I should be clear up front here that I have nothing substantive to say about the recent ideas floated in Trumpworld to annex the Panama Canal, Greenland, Canada, and to launch a special military operation to de-cartelize Mexico. They’re all absurdist and defy any measured consideration of their merits. It’s all stupid.
I highly doubt any of these things come to fruition as Trump and his administration are already a shambolic infighting mess before he’s even taken office—wherein this amounts to mere sound and fury, rather than serious policy proposals. It’s not as though we don’t already have a decade of meaningless erratic tweets from Trump.
However, it’s worth noting what it says about something that might be called the central idea illuminating his foreign policy which could be called a New American Imperialism.
His national security team thus far in my opinion has three main traits that he’s been selecting for. First is that they fundamentally have no regard for even maintaining a pretense of international law or America’s adherence to international norms. The idea that America should not be restrained by international systems dates back to his first administration, with his former National Security Advisor John Bolton having once famously proclaimed that all international laws are invalid, meaningless attempts to constrain American power.
People like Pete Hegseth or Elbridge Colby are fundamentally no different from this stance. Hegseth is a notable defender of every war criminal that the United States military has (rightfully) found guilty, and Colby has made his living with vague musing on how the United States should bomb TSMC factories.
The second idea underpinning his national security agenda is that the United States has no actual commitments to other countries themselves. When it comes to bilateral relations built up and formalized through legal treaties, none of it matters. In the model of the German Chancellor who once sneeringly referred to Britain’s obligation to defend Belgium as a mere scrap of paper—Trump’s vision of America is of a country that has no actual formal obligation to anything.
With his views towards tariffs or his seeming interest in unilateral military operations targeting allied countries, he’s clearly signaling that his administration has no regard for legal treaties that have been ratified. The Special Military Operation to Decartelize Mexico for instance would be a blatantly illegal military operation, as would any invasion of the Panama Canal. Setting aside the first point about international law, we have treaties with these countries themselves. Similarly, with tariffs on Canada or Mexico, we have a trade deal with them already that he himself fucking negotiated.
A willingness to not give a shit about American guarantees of security for other treaties we’ve negotiated—for instance NATO—is also a clear aspect of this tendency. To his incoming national security team, things like NATO are seen entirely through a prism of whether or not America can extract concessions to increase our own power, and if they don’t, they have no value.
The third (and possibly most important) part of the qualifiers for his national security team is that all choices have to be weighed in terms of how they would most directly economically benefit the United States in a zero-sum sense. While obviously, all States attempt to engage in economically beneficial behavior—his team sees all economic behavior as a zero-sum activity that either enhances or weakens American power.

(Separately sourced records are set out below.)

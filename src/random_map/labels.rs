//! A small number for each of many places, in as few bits as the largest of them needs.
//!
//! What a random map knows of each site (its colour, its profile, whether it is held) is one of a
//! few things. Nothing here knows which.

/// Numbers by place; all are 0 at first, which takes no memory.
#[derive(Debug)]
pub(super) struct Labels {
    count: usize,
    /// Bits of a number: 0, or a power of two up to 32, so that none lies in two words.
    width: u32,
    words: Vec<u64>,
}

impl Labels {
    pub(super) fn new(count: usize) -> Self {
        Self {
            count,
            width: 0,
            words: Vec::new(),
        }
    }

    pub(super) fn get(&self, place: usize) -> u32 {
        if self.width == 0 {
            return 0;
        }
        let bit = place * self.width as usize;
        (self.words[bit / 64] >> (bit % 64) & self.mask()) as u32
    }

    pub(super) fn set(&mut self, place: usize, number: u32) {
        if u64::from(number) > self.mask() {
            self.widen((32 - number.leading_zeros()).next_power_of_two());
        }
        if self.width > 0 {
            let bit = place * self.width as usize;
            let mask = self.mask() << (bit % 64);
            let word = &mut self.words[bit / 64];
            *word = *word & !mask | u64::from(number) << (bit % 64);
        }
    }

    fn mask(&self) -> u64 {
        (1 << self.width) - 1
    }

    fn widen(&mut self, width: u32) {
        let mut wider = Self {
            count: self.count,
            width,
            words: vec![0; (self.count * width as usize).div_ceil(64)],
        };
        if self.width > 0 {
            for place in 0..self.count {
                wider.set(place, self.get(place));
            }
        }
        *self = wider;
    }
}

#[cfg(test)]
mod tests {
    use super::*;

    #[test]
    fn labels_keep_what_was_set_through_every_width() {
        let mut labels = Labels::new(1000);
        let mut known = vec![0; 1000];
        assert_eq!(labels.get(999), 0);
        for (step, largest) in [0, 1, 3, 9, 255, 256, 70_000, u32::MAX].into_iter().enumerate() {
            for place in (step..1000).step_by(7) {
                known[place] = largest - largest.min((place % 3) as u32);
                labels.set(place, known[place]);
            }
            assert!(
                (0..1000).all(|place| labels.get(place) == known[place]),
                "up to {largest}"
            );
        }
    }
}
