"""Who works here."""

from __future__ import annotations

from django.contrib import messages
from django.http import HttpRequest, HttpResponse
from django.shortcuts import get_object_or_404, redirect, render

from shop.people import services
from shop.people.access import action_view, form_view
from shop.people.forms import MemberForm, RoleForm
from shop.people.models import Membership
from shop.people.permissions import MANAGE
from shop.refusals import Refused


def _of_this_shop(request: HttpRequest, pk: int) -> Membership:
    return get_object_or_404(Membership.objects.select_related("user", "shop"), pk=pk, shop=request.shop)


def _page(request: HttpRequest, form: MemberForm, *, link: str = "", status: int = 200) -> HttpResponse:
    members = Membership.objects.filter(shop=request.shop).select_related("user").order_by("user__name")
    context = {"members": members, "form": form, "link": link, "may_manage": request.member.may(MANAGE)}
    return render(request, "people/members.html", context, status=status)


@form_view(MANAGE)
def members(request: HttpRequest) -> HttpResponse:
    if request.method != "POST":
        return _page(request, MemberForm())
    form = MemberForm(request.POST)
    if not form.is_valid():
        return _page(request, form, status=422)
    try:
        added, path = services.add_member(request.member, **form.cleaned_data)
    except Refused as refused:
        for field, words in refused.faults.items():
            form.add_error(field or None, words)
        return _page(request, form, status=422)
    messages.success(request, f"{added.user.name} now works here as {added.role}.")
    if path is None:
        return redirect("people:members")
    return _page(request, MemberForm(), link=request.build_absolute_uri(path))


@action_view(MANAGE)
def role(request: HttpRequest, pk: int) -> HttpResponse:
    member = _of_this_shop(request, pk)
    form = RoleForm(request.POST)
    if form.is_valid():
        try:
            services.change_role(request.member, member, form.cleaned_data["role"])
            messages.success(request, f"{member.user.name} is now {form.cleaned_data['role']}.")
        except Refused as refused:
            messages.error(request, str(refused))
    else:
        messages.error(request, "That is not a role.")
    return redirect("people:members")


@action_view(MANAGE)
def remove(request: HttpRequest, pk: int) -> HttpResponse:
    member = _of_this_shop(request, pk)
    try:
        services.remove_member(request.member, member)
        messages.success(request, f"{member.user.name} no longer works here. What they did stays on record.")
    except Refused as refused:
        messages.error(request, str(refused))
    return redirect("people:members")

I’d put it this way. Most people would say we should defend Taiwan because we have a shared set of ideals around liberal democracy, and the United States should work to protect that. We’d probably also mostly agree that TSMC is a vitally important corporation, and it would be bad if the global supply of semiconductors was interrupted. Both of those things can be true.
However, I think most of us don’t just view the Taiwanese people through a prism of how they can best benefit the American people. We don’t see Taipei in the same way the British saw Capetown. It isn’t an economic colony exporting semiconductors back to the Imperial homeland. For Trump’s team (and I’m thinking of Elbridge Colby here) the defense of Taiwan is mostly a product of defending American economic interests—ideals mean nothing. Taiwan is disposable the second another source of semiconductors becomes available.
It is to reduce the citizenry of non-American countries to little more than rational economic units that are partitioned among Great Powers. It is nothing more than the imperial logic of the 19th Century wherein the United States must exert power so that we control a share of the economic output of the Globe. In my opinion, this also underpins stuff like Greenland—it is merely a piece of real estate to be mined for resources.
Rather than standing by our legal or ideological obligations, everything is now transparently a coercive short-term game of extracting concessions to increase our power. It is—much like Russia under Putin—a return to Imperialism of the old school and a complete repudiation of the international system established in the 20th century.
The national security agenda of the Trump administration is now that the strong can do what they want—and since we’re the strongest—everything is up for sale, renegotiation, or annexation. The weak? Well. Fuck them.
I’d like to say they’re all strategic nihilist, but that phrase implies they are being nihilistic for strategic reasons and they’re not. They’re all just dumb or boot-licking.
As Shoresy would say about the next four years. "Sooo dumb!"